REQUIREMENT —
The entries should be given again in full. Alter nothing.

MATERIAL PROVIDED —

▼

package minimize

import (
	"context"
	"math"
	"testing"

	"github.com/tenter-go/tenter/action"
	"github.com/tenter-go/tenter/constraint"
	"github.com/tenter-go/tenter/field"
	"github.com/tenter-go/tenter/lattice"
	"gonum.org/v1/gonum/integrate/quad"
)

// kicked returns a Klein–Gordon field of mass 1.3 between t = 0 and 4.8, at rest
// at first and pinned there in two slices, and its influence by a source impulse
// at x = 0, t = 0.8. The Courant number is 0.8.
func kicked(t *testing.T, h float64) (s *action.Discrete, i *Influence) {
	k := 0.8 * h
	clock := lattice.Axis{Step: k, Sites: int(math.Round(4.8/k)) + 1}
	line := lattice.Axis{From: -4, Step: h, Sites: int(math.Round(8/h)) + 1}
	s = newAction(t, clock, line, action.Wave{Potential: action.Mass(1.3)})
	rest := field.NewHistory(s.Block(), 1)
	held := pairOf(rest)
	found, err := LeastResidual(context.Background(), s, held, rest, nil)
	if err != nil {
		t.Fatal(err)
	}
	return s, respond(t, s, held, found, nil, Change{Part: SourceImpulse, Event: lattice.Event{T: 0.8, X: 0}})
}

// With a Cauchy pair pinned the influence of a source is the retarded Green
// function of the march: nothing happens before, it moves by one link a step and
// no faster, and inside it is what the march makes of the impulse.
func TestSourceActsOnItsFutureAlone(t *testing.T) {
	s, got := kicked(t, 0.1)
	b := s.Block()
	n0, i0, err := b.Index(got.Change.Event)
	if err != nil {
		t.Fatal(err)
	}
	want := field.NewHistory(b, 1)
	want.Set(n0+1, 0, i0, b.Time.Step/b.Space.Step) // k²/ρ of the residual's 1/hk
	m := s.March()
	for n := n0 + 1; n < b.Slices()-1; n++ {
		m.Step(want.Slice(n+1), want.Slice(n), want.Slice(n-1), n)
	}
	// Rounding of values of order 1, times the growth of errors over 60 steps.
	if d := got.History.MaxDifference(want); d > 1e-12 {
		t.Errorf("differs from the march by %.2e", d)
	}
	lattices, err := lattice.NewCone(b.Space, got.Change.Event, b.Space.Step/b.Time.Step)
	if err != nil {
		t.Fatal(err)
	}
	if x := got.Shares(lattices); x.Outside+x.Past > 1e-24 { // the same squared
		t.Errorf("cone of the lattice: %v", x)
	}
	// Faster than light is what the lattice's dispersion lets through, some at
	// a Courant number below 1.
	light, err := lattice.NewCone(b.Space, got.Change.Event, 1)
	if err != nil {
		t.Fatal(err)
	}
	if x := got.Shares(light); x.Past > 1e-24 || x.Outside < 1e-6 || x.Outside > 0.05 || math.Abs(x.Future+x.Outside-1) > 1e-12 {
		t.Errorf("cone of light: %v", x)
	}
}

// In the limit it is ½θ(t − |x|)J₀(m√(t² − x²)) [Morse & Feshbach 1953, Methods
// of Theoretical Physics, section 7.3]. Its jump at the cone does not converge
// point by point; weighted with a smooth function it is of the order of the
// lattice, 2.
func TestSourceInTheLimit(t *testing.T) {
	weight := func(tau, x float64) float64 {
		return math.Exp(-((tau-2)*(tau-2) + (x-0.3)*(x-0.3)) / (2 * 0.35 * 0.35))
	}
	exact := quad.Fixed(func(tau float64) float64 {
		return quad.Fixed(func(x float64) float64 {
			return 0.5 * math.J0(1.3*math.Sqrt(max(0, tau*tau-x*x))) * weight(tau, x)
		}, -tau, tau, 60, nil, 0)
	}, 0, 4, 80, nil, 0)
	var miss []float64
	for _, h := range []float64{0.2, 0.1, 0.05} {
		_, got := kicked(t, h)
		b := got.History.Block
		var sum float64
		for e, v := range got.History.Data {
			n, _, i := got.History.Place(e)
			at := b.At(n, i)
			sum += v * weight(at.T-0.8, at.X) * b.Time.Step * b.Space.Step
		}
		miss = append(miss, math.Abs(sum-exact))
	}
	for k := range 2 {
		if order := math.Log2(miss[k] / miss[k+1]); math.Abs(order-2) > 0.1 {
			t.Errorf("order %.3f between levels %d and %d, want 2; errors %.3g", order, k, k+1, miss)
		}
	}
}

// With the first and the last slice pinned the influence is the Green function of
// the two-time problem, which has no cone. In modes cos πji/M of the frequency θ/k,
// cos θ = 1 − k²Ω²/2, it is
//
//	−k²s sin θn₋ sin θ(N − n₊) / (sin θ sin θN),
//
// n₋ and n₊ the earlier and the later of the slices, s the mode's share of the
// impulse (the difference equation solved by hand). As a stationary history of the
// action the same field has the same response.
func TestSourceBetweenTwoTimes(t *testing.T) {
	const (
		h, k = 0.1, 0.08
		m, n = 60, 41 // links
		mass = 1.3
	)
	s := newAction(t, lattice.Axis{Step: k, Sites: n + 1}, lattice.Axis{Step: h, Sites: m + 1}, action.Wave{Potential: action.Mass(mass)})
	b := s.Block()
	rest := field.NewHistory(b, 1)
	held := constraint.On(b)
	held.Slice(0, rest.Slice(0))
	held.Slice(n, rest.Slice(n))
	found, err := LeastResidual(context.Background(), s, held, rest, nil)
	if err != nil {
		t.Fatal(err)
	}
	const n0, i0 = 15, 22
	source := Change{Part: SourceImpulse, Event: b.At(n0, i0)}
	got := respond(t, s, held, found, nil, source)

	want := field.NewHistory(b, 1)
	worst := math.Inf(1)
	for j := range m + 1 {
		norm := 0.5 * m
		if j == 0 || j == m {
			norm = m
		}
		mode := func(i int) float64 { return math.Cos(math.Pi * float64(j*i) / m) }
		root := 2 / h * math.Sin(math.Pi*float64(j)/(2*m))
		theta := math.Acos(1 - 0.5*k*k*(root*root+mass*mass))
		worst = min(worst, math.Abs(math.Sin(theta*n)))
		share := mode(i0) / (h * k * norm)
		for slice := range n + 1 {
			early, late := float64(min(slice, n0)), float64(max(slice, n0))
			c := -k * k * share * math.Sin(theta*early) * math.Sin(theta*(n-late)) / (math.Sin(theta) * math.Sin(theta*n))
			for i := range m + 1 {
				want.Data[want.Index(slice, 0, i)] += c * mode(i)
			}
		}
	}
	// Rounding, enlarged where a mode is nearly a solution by itself, 1/sin θN.
	if d := got.History.MaxDifference(want); d > 1e-12*want.MaxAbs()/worst {
		t.Errorf("differs from the sum of modes by %.2e of %.2e (least sin θN %.1e)", d, want.MaxAbs(), worst)
	}
	cone, err := lattice.NewCone(b.Space, source.Event, 1)
	if err != nil {
		t.Fatal(err)
	}
	x := got.Shares(cone)
	t.Logf("two times pinned: %v", x)
	if x.Outside < 0.01 || x.Past < 0.01 {
		t.Errorf("%v; want some of it outside and in the past", x)
	}

	stationary := *found
	stationary.Report.Problem, stationary.Report.CostAfter = "stationary", s.Value(found.History)
	other := respond(t, s, held, &stationary, nil, source)
	if d := got.History.MaxDifference(other.History); d > 1e-12*want.MaxAbs()/worst {
		t.Errorf("response of the stationary history differs by %.2e", d)
	}
}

▲

WRITTEN ANSWER —
package minimize

import (
	"context"
	"math"
	"testing"

	"github.com/tenter-go/tenter/action"
	"github.com/tenter-go/tenter/constraint"
	"github.com/tenter-go/tenter/field"
	"github.com/tenter-go/tenter/lattice"
	"gonum.org/v1/gonum/integrate/quad"
)

// kicked returns a Klein–Gordon field of mass 1.3 between t = 0 and 4.8, at rest
// at first and pinned there in two slices, and its influence by a source impulse
// at x = 0, t = 0.8. The Courant number is 0.8.
func kicked(t *testing.T, h float64) (s *action.Discrete, i *Influence) {
	k := 0.8 * h
	clock := lattice.Axis{Step: k, Sites: int(math.Round(4.8/k)) + 1}
	line := lattice.Axis{From: -4, Step: h, Sites: int(math.Round(8/h)) + 1}
	s = newAction(t, clock, line, action.Wave{Potential: action.Mass(1.3)})
	rest := field.NewHistory(s.Block(), 1)
	held := pairOf(rest)
	found, err := LeastResidual(context.Background(), s, held, rest, nil)
	if err != nil {
		t.Fatal(err)
	}
	return s, respond(t, s, held, found, nil, Change{Part: SourceImpulse, Event: lattice.Event{T: 0.8, X: 0}})
}

// With a Cauchy pair pinned the influence of a source is the retarded Green
// function of the march: nothing happens before, it moves by one link a step and
// no faster, and inside it is what the march makes of the impulse.
func TestSourceActsOnItsFutureAlone(t *testing.T) {
	s, got := kicked(t, 0.1)
	b := s.Block()
	n0, i0, err := b.Index(got.Change.Event)
	if err != nil {
		t.Fatal(err)
	}
	want := field.NewHistory(b, 1)
	want.Set(n0+1, 0, i0, b.Time.Step/b.Space.Step) // k²/ρ of the residual's 1/hk
	m := s.March()
	for n := n0 + 1; n < b.Slices()-1; n++ {
		m.Step(want.Slice(n+1), want.Slice(n), want.Slice(n-1), n)
	}
	// Rounding of values of order 1, times the growth of errors over 60 steps.
	if d := got.History.MaxDifference(want); d > 1e-12 {
		t.Errorf("differs from the march by %.2e", d)
	}
	lattices, err := lattice.NewCone(b.Space, got.Change.Event, b.Space.Step/b.Time.Step)
	if err != nil {
		t.Fatal(err)
	}
	if x := got.Shares(lattices); x.Outside+x.Past > 1e-24 { // the same squared
		t.Errorf("cone of the lattice: %v", x)
	}
	// Faster than light is what the lattice's dispersion lets through, some at
	// a Courant number below 1.
	light, err := lattice.NewCone(b.Space, got.Change.Event, 1)
	if err != nil {
		t.Fatal(err)
	}
	if x := got.Shares(light); x.Past > 1e-24 || x.Outside < 1e-6 || x.Outside > 0.05 || math.Abs(x.Future+x.Outside-1) > 1e-12 {
		t.Errorf("cone of light: %v", x)
	}
}

// In the limit it is ½θ(t − |x|)J₀(m√(t² − x²)) [Morse & Feshbach 1953, Methods
// of Theoretical Physics, section 7.3]. Its jump at the cone does not converge
// point by point; weighted with a smooth function it is of the order of the
// lattice, 2.
func TestSourceInTheLimit(t *testing.T) {
	weight := func(tau, x float64) float64 {
		return math.Exp(-((tau-2)*(tau-2) + (x-0.3)*(x-0.3)) / (2 * 0.35 * 0.35))
	}
	exact := quad.Fixed(func(tau float64) float64 {
		return quad.Fixed(func(x float64) float64 {
			return 0.5 * math.J0(1.3*math.Sqrt(max(0, tau*tau-x*x))) * weight(tau, x)
		}, -tau, tau, 60, nil, 0)
	}, 0, 4, 80, nil, 0)
	var miss []float64
	for _, h := range []float64{0.2, 0.1, 0.05} {
		_, got := kicked(t, h)
		b := got.History.Block
		var sum float64
		for e, v := range got.History.Data {
			n, _, i := got.History.Place(e)
			at := b.At(n, i)
			sum += v * weight(at.T-0.8, at.X) * b.Time.Step * b.Space.Step
		}
		miss = append(miss, math.Abs(sum-exact))
	}
	for k := range 2 {
		if order := math.Log2(miss[k] / miss[k+1]); math.Abs(order-2) > 0.1 {
			t.Errorf("order %.3f between levels %d and %d, want 2; errors %.3g", order, k, k+1, miss)
		}
	}
}

// With the first and the last slice pinned the influence is the Green function of
// the two-time problem, which has no cone. In modes cos πji/M of the frequency θ/k,
// cos θ = 1 − k²Ω²/2, it is
//
//	−k²s sin θn₋ sin θ(N − n₊) / (sin θ sin θN),
//
// n₋ and n₊ the earlier and the later of the slices, s the mode's share of the
// impulse (the difference equation solved by hand). As a stationary history of the
// action the same field has the same response.
func TestSourceBetweenTwoTimes(t *testing.T) {
	const (
		h, k = 0.1, 0.08
		m, n = 60, 41 // links
		mass = 1.3
	)
	s := newAction(t, lattice.Axis{Step: k, Sites: n + 1}, lattice.Axis{Step: h, Sites: m + 1}, action.Wave{Potential: action.Mass(mass)})
	b := s.Block()
	rest := field.NewHistory(b, 1)
	held := constraint.On(b)
	held.Slice(0, rest.Slice(0))
	held.Slice(n, rest.Slice(n))
	found, err := LeastResidual(context.Background(), s, held, rest, nil)
	if err != nil {
		t.Fatal(err)
	}
	const n0, i0 = 15, 22
	source := Change{Part: SourceImpulse, Event: b.At(n0, i0)}
	got := respond(t, s, held, found, nil, source)

	want := field.NewHistory(b, 1)
	worst := math.Inf(1)
	for j := range m + 1 {
		norm := 0.5 * m
		if j == 0 || j == m {
			norm = m
		}
		mode := func(i int) float64 { return math.Cos(math.Pi * float64(j*i) / m) }
		root := 2 / h * math.Sin(math.Pi*float64(j)/(2*m))
		theta := math.Acos(1 - 0.5*k*k*(root*root+mass*mass))
		worst = min(worst, math.Abs(math.Sin(theta*n)))
		share := mode(i0) / (h * k * norm)
		for slice := range n + 1 {
			early, late := float64(min(slice, n0)), float64(max(slice, n0))
			c := -k * k * share * math.Sin(theta*early) * math.Sin(theta*(n-late)) / (math.Sin(theta) * math.Sin(theta*n))
			for i := range m + 1 {
				want.Data[want.Index(slice, 0, i)] += c * mode(i)
			}
		}
	}
	// Rounding, enlarged where a mode is nearly a solution by itself, 1/sin θN.
	if d := got.History.MaxDifference(want); d > 1e-12*want.MaxAbs()/worst {
		t.Errorf("differs from the sum of modes by %.2e of %.2e (least sin θN %.1e)", d, want.MaxAbs(), worst)
	}
	cone, err := lattice.NewCone(b.Space, source.Event, 1)
	if err != nil {
		t.Fatal(err)
	}
	x := got.Shares(cone)
	t.Logf("two times pinned: %v", x)
	if x.Outside < 0.01 || x.Past < 0.01 {
		t.Errorf("%v; want some of it outside and in the past", x)
	}

	stationary := *found
	stationary.Report.Problem, stationary.Report.CostAfter = "stationary", s.Value(found.History)
	other := respond(t, s, held, &stationary, nil, source)
	if d := got.History.MaxDifference(other.History); d > 1e-12*want.MaxAbs()/worst {
		t.Errorf("response of the stationary history differs by %.2e", d)
	}
}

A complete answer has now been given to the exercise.